Scan the lines below for the string "internal" and report how many lines contain it, giving only the number.

INPUT below:

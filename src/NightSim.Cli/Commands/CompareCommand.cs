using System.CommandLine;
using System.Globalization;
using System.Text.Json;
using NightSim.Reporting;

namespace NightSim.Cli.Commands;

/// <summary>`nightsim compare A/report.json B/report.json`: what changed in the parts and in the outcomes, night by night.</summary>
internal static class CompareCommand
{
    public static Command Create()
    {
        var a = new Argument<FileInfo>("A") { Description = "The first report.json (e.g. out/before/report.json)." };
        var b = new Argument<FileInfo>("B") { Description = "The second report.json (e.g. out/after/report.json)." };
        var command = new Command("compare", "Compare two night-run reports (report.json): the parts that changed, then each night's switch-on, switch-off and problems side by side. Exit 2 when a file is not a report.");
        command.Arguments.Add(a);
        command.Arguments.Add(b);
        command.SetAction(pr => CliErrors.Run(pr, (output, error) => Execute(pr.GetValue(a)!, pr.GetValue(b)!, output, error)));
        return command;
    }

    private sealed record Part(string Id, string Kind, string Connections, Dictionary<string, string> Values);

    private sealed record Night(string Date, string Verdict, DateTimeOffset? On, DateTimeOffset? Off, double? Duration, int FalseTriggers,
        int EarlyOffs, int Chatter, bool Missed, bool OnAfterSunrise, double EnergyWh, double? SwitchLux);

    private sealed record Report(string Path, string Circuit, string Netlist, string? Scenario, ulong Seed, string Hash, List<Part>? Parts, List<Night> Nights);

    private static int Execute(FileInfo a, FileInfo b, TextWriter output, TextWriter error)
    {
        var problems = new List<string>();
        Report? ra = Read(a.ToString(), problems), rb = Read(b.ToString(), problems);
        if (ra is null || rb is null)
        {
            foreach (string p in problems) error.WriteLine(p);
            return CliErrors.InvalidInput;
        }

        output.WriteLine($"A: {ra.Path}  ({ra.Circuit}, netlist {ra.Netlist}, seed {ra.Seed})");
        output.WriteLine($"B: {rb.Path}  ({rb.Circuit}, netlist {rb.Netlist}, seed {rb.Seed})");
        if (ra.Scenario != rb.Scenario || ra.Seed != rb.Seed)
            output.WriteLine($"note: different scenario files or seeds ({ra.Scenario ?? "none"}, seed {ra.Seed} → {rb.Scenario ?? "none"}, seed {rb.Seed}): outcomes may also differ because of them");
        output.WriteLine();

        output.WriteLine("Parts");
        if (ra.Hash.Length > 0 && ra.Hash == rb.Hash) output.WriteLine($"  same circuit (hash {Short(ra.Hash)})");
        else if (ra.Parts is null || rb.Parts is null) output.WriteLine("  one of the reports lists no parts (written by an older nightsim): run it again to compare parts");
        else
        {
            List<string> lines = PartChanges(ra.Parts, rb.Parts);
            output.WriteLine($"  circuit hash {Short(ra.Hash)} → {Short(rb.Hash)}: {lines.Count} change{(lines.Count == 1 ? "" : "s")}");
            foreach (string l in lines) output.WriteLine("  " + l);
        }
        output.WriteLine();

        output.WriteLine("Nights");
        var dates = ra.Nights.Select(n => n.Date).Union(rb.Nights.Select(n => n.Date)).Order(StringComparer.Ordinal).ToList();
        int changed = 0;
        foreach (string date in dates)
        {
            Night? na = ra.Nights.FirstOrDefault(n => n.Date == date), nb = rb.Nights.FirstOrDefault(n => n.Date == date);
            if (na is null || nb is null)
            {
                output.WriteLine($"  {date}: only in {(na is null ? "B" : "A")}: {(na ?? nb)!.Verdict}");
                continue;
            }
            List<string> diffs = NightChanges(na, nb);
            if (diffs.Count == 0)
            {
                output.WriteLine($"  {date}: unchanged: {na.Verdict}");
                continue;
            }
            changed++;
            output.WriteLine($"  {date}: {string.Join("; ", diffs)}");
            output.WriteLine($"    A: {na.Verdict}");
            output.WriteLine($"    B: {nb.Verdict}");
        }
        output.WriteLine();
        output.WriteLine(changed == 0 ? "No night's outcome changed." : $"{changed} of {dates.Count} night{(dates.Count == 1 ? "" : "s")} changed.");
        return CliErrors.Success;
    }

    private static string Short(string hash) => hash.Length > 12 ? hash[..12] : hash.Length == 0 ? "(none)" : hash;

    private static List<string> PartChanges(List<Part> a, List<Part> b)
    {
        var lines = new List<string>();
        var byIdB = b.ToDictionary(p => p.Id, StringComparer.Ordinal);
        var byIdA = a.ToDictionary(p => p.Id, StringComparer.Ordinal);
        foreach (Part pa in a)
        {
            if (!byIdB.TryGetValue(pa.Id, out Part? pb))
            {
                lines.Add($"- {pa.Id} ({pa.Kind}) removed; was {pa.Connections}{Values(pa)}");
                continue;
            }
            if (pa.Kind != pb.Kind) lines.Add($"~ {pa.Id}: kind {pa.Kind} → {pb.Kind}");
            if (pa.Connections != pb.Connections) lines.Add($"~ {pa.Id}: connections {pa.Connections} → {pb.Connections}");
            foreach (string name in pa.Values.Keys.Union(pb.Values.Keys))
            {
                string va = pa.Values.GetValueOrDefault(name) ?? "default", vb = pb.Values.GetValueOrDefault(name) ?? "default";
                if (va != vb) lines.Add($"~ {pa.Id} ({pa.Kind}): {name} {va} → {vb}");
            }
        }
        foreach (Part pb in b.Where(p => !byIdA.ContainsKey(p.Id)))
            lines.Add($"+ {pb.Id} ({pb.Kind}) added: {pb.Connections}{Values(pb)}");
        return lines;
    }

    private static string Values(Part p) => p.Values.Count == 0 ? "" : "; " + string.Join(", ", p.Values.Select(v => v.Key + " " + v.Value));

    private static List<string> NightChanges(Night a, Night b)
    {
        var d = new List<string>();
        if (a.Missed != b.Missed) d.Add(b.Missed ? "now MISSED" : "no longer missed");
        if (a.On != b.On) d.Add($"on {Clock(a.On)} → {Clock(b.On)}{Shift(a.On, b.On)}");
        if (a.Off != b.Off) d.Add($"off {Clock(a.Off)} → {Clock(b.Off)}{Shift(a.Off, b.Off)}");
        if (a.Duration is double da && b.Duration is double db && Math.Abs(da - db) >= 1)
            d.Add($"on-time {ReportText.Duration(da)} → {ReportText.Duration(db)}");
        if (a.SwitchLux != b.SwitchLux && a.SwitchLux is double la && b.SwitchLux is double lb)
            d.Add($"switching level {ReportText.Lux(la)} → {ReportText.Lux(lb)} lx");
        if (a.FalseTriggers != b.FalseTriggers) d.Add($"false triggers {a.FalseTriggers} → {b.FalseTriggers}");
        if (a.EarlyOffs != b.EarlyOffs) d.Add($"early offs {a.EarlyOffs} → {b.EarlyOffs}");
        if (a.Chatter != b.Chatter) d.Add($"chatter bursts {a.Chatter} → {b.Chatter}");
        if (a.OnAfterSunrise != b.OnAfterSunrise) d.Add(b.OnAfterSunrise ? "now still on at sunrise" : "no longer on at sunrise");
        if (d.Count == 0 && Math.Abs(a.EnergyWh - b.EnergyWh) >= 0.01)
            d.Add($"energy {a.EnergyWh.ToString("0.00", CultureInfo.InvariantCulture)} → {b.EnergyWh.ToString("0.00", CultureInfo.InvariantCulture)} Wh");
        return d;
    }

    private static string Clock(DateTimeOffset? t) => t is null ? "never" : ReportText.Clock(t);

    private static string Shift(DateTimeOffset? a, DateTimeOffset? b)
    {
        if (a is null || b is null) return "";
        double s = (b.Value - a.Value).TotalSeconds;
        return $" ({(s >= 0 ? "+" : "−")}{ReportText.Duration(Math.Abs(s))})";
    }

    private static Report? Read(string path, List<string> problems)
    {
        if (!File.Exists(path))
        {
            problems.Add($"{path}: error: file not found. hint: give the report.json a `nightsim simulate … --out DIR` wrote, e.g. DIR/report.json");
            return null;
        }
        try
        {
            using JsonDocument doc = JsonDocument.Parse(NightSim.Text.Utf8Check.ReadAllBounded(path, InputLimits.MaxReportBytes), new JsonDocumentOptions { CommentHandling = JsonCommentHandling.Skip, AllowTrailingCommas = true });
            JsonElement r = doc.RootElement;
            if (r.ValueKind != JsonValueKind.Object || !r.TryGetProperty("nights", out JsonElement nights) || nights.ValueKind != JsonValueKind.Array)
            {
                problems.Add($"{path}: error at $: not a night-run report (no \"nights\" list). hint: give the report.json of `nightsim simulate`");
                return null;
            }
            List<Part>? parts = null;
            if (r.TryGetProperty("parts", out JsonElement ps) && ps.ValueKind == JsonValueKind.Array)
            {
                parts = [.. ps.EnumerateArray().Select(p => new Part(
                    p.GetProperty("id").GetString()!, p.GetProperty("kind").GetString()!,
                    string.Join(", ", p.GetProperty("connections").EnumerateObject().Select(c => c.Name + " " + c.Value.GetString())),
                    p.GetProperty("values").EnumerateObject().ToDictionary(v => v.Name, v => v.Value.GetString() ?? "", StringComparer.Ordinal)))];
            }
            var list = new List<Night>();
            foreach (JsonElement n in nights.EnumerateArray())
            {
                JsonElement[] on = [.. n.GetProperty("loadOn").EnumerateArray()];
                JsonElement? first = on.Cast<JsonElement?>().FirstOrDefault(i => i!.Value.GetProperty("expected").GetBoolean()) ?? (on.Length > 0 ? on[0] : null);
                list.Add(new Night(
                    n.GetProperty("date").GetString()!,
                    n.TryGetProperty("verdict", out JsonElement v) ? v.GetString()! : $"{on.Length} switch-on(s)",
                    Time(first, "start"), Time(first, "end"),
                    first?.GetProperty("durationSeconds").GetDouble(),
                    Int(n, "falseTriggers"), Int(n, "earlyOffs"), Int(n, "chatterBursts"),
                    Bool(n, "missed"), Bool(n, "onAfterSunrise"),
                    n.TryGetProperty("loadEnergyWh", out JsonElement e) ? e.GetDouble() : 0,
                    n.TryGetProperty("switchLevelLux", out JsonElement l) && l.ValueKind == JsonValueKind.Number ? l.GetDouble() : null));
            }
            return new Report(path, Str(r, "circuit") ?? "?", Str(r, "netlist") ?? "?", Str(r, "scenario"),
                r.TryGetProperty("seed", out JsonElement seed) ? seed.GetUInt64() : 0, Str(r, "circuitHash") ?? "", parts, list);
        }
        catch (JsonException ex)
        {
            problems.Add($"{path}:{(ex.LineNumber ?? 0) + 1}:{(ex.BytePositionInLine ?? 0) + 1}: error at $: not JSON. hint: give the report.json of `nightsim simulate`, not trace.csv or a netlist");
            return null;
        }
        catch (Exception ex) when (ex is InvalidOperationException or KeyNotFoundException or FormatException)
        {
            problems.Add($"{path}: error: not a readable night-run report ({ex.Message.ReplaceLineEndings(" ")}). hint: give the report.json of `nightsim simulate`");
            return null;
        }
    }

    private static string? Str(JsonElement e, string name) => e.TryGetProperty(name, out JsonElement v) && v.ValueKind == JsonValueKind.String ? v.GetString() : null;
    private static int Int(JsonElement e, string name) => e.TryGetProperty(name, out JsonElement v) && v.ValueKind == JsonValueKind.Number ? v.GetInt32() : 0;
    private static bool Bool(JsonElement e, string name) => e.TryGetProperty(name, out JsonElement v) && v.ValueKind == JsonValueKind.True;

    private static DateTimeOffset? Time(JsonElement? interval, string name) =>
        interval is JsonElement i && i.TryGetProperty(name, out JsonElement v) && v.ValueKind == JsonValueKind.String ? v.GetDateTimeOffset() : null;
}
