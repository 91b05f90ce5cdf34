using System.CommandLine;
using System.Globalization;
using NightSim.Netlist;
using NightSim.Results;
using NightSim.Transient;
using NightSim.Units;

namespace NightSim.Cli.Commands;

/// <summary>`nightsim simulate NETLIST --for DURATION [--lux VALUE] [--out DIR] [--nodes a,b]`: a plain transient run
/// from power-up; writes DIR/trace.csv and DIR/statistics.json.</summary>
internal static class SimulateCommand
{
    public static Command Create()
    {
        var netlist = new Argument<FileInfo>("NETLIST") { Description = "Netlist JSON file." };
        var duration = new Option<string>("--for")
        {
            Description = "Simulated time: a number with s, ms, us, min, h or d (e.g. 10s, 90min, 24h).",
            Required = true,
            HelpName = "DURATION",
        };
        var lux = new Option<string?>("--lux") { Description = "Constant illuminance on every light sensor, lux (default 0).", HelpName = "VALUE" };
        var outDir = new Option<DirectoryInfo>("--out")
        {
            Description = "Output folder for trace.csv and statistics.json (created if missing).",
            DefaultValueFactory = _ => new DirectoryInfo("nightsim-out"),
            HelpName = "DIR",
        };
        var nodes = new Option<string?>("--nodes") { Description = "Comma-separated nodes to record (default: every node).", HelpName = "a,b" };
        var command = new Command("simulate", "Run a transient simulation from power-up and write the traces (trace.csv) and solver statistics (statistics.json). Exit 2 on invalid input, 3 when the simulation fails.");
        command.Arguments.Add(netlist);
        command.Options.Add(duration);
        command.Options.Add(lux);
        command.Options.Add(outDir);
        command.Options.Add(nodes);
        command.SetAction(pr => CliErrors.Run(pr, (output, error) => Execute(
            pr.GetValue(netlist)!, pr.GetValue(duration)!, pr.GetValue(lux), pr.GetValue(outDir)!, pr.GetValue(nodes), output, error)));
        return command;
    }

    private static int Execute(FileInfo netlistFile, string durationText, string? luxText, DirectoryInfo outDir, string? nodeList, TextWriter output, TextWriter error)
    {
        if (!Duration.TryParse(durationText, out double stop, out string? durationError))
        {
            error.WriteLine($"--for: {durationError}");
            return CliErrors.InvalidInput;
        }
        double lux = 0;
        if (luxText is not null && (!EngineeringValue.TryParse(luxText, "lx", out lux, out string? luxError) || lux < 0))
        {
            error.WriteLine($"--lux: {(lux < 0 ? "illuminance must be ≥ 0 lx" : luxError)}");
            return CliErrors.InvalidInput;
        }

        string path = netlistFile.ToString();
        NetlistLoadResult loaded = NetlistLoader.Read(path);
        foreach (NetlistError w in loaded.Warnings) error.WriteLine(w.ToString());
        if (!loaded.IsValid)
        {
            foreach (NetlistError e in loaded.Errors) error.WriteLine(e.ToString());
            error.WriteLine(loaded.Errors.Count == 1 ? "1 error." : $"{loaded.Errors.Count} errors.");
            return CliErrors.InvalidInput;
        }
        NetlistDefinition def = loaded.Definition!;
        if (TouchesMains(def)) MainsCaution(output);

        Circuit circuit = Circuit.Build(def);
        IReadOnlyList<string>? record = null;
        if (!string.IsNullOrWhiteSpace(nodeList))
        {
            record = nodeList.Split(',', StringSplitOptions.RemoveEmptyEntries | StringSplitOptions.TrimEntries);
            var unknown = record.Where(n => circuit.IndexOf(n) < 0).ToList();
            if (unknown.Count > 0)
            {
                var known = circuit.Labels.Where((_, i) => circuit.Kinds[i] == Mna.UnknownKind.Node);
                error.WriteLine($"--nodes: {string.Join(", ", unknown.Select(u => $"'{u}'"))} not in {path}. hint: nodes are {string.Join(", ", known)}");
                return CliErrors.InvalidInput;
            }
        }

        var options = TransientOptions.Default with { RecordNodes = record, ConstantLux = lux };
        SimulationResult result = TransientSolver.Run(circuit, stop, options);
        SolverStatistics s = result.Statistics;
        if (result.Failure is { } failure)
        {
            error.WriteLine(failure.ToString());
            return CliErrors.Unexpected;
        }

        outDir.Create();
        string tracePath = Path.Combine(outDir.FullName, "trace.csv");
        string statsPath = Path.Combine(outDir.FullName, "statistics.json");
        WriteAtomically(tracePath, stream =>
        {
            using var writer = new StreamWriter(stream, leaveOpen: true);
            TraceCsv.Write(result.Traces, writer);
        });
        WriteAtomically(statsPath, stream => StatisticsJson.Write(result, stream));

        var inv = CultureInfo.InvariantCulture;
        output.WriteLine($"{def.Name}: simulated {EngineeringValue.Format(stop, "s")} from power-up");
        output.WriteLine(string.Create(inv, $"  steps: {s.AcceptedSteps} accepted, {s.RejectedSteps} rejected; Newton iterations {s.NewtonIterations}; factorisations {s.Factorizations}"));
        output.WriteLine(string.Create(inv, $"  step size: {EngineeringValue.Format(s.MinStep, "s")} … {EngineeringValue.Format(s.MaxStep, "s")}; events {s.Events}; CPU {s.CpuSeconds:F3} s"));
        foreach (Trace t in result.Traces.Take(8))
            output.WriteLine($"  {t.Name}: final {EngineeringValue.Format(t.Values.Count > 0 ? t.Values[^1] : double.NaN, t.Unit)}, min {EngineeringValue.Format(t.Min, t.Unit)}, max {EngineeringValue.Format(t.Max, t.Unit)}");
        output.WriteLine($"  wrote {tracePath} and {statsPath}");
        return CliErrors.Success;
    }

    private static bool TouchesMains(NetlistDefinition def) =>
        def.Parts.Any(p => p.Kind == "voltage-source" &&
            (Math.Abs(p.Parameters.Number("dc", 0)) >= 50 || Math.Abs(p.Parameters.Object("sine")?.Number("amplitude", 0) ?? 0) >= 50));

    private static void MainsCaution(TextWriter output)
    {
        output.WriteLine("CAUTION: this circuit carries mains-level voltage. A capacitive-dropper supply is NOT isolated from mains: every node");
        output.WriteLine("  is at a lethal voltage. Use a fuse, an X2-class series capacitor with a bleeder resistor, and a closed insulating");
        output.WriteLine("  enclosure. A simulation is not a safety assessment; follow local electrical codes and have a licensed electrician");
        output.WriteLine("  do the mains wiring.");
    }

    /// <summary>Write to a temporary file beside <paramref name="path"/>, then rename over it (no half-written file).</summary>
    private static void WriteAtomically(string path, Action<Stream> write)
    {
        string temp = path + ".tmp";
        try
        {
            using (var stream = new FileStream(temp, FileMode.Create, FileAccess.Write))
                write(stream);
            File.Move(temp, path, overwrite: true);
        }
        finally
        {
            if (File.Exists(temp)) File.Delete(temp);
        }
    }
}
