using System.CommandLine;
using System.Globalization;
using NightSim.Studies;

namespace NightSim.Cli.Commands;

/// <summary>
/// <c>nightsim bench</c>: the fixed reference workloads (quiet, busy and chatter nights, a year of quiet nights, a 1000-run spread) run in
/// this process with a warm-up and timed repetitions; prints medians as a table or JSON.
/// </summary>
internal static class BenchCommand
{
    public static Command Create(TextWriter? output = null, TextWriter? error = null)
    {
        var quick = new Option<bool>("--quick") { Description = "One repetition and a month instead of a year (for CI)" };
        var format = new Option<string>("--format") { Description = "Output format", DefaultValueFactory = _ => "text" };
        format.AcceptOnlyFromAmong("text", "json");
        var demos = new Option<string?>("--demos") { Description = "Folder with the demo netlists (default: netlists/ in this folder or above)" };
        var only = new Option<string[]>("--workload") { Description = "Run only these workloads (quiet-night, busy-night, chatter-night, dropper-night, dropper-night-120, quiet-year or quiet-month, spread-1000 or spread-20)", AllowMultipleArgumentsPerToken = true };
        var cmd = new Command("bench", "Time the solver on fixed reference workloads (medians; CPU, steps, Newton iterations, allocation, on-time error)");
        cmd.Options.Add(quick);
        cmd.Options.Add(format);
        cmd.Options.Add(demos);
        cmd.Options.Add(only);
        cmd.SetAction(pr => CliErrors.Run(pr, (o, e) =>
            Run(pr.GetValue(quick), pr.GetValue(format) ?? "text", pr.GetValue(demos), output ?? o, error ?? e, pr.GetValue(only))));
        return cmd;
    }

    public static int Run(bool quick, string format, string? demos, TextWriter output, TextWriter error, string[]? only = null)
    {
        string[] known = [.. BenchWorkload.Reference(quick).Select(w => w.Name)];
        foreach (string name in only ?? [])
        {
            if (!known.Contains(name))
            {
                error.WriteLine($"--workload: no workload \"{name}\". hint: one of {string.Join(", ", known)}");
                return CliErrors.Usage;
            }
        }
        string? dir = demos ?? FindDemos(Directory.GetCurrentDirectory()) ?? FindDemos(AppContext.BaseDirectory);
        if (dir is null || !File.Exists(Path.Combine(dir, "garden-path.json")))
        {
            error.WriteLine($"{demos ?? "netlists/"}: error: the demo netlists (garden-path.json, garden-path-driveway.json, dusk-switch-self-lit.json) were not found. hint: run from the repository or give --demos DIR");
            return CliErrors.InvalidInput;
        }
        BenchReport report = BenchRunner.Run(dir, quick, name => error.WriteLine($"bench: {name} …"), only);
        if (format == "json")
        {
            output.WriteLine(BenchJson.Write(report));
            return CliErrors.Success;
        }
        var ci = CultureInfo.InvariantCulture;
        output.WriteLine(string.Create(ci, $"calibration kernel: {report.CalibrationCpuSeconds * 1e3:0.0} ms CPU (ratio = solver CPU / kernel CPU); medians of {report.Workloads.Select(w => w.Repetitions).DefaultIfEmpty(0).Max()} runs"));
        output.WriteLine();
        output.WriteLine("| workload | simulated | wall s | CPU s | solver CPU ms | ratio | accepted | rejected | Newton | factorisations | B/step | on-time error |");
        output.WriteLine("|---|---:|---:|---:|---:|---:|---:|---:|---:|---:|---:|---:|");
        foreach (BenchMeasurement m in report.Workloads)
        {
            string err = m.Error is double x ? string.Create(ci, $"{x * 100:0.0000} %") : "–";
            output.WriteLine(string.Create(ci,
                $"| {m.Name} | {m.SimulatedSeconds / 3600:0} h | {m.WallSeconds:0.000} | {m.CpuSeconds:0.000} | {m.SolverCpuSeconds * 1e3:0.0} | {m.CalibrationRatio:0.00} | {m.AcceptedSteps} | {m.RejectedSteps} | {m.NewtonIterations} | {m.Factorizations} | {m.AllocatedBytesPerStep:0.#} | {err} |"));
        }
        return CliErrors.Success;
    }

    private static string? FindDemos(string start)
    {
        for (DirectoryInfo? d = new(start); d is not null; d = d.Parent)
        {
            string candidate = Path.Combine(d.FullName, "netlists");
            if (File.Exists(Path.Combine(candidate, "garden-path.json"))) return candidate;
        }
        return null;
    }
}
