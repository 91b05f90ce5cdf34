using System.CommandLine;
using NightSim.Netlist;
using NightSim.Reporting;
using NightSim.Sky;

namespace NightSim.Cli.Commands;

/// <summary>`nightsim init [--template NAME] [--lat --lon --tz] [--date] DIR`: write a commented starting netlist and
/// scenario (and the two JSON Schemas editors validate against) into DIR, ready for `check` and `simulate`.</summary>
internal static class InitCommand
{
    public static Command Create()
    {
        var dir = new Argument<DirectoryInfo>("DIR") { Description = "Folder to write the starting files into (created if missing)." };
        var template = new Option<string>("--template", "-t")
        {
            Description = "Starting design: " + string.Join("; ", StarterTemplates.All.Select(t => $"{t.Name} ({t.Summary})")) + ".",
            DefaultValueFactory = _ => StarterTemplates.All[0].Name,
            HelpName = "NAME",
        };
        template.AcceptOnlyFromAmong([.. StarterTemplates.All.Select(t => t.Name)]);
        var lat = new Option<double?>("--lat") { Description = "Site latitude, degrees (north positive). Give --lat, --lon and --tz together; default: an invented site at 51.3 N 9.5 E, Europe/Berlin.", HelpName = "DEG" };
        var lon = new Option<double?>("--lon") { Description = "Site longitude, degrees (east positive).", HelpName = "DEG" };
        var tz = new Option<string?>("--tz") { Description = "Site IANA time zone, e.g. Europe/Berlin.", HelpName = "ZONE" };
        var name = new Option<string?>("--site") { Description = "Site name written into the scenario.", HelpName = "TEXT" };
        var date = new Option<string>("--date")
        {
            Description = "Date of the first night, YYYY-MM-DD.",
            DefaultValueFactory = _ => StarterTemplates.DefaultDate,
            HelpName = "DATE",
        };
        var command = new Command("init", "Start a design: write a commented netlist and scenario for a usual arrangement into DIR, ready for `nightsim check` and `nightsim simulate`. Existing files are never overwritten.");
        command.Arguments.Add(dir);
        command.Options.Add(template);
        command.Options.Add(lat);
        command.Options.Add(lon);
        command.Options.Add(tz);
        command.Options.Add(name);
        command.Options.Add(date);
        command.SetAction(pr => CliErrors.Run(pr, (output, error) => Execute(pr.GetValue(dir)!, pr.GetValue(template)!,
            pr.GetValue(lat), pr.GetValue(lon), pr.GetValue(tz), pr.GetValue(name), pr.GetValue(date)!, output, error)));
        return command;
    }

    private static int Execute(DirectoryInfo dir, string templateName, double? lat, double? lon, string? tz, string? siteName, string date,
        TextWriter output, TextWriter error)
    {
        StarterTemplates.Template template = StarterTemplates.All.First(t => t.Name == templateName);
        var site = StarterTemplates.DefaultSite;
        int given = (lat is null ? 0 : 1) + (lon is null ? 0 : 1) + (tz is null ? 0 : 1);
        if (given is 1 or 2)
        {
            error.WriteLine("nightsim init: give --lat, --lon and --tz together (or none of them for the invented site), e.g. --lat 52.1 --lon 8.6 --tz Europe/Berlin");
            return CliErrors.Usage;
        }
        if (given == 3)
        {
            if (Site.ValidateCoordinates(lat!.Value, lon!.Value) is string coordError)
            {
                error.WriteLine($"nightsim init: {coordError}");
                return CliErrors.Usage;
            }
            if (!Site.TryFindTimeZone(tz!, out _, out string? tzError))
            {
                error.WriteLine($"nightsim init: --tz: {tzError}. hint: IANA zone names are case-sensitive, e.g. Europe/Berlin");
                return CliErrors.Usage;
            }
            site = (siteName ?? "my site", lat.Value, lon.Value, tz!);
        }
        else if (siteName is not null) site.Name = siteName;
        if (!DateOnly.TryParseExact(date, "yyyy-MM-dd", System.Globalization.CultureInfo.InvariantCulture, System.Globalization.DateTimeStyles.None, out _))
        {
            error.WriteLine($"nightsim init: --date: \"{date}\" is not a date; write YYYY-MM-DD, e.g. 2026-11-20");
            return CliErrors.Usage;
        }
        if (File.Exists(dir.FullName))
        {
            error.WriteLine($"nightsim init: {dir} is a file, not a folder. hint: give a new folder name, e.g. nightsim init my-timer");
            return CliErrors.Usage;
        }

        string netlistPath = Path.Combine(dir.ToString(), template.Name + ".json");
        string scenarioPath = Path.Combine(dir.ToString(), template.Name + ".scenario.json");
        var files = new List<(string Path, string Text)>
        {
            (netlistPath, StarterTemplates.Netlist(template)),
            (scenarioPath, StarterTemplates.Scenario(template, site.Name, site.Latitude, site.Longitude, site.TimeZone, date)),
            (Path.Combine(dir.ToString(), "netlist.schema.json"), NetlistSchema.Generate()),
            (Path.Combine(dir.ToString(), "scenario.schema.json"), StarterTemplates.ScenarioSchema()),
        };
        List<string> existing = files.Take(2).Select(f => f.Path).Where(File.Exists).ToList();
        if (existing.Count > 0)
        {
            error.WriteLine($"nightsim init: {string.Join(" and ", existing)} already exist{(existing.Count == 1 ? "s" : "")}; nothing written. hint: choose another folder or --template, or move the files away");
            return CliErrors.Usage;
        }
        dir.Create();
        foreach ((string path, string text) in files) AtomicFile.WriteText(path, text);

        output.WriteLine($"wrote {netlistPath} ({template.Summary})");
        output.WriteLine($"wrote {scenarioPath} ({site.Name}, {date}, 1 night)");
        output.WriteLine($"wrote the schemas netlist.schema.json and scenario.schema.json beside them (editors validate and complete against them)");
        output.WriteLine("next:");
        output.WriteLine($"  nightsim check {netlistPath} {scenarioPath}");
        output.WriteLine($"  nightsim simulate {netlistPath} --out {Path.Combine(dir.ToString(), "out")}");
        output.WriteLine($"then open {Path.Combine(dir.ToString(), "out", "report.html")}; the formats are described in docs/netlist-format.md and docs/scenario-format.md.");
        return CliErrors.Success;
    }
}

End of INPUT.

→ PROBLEM SOLUTION
4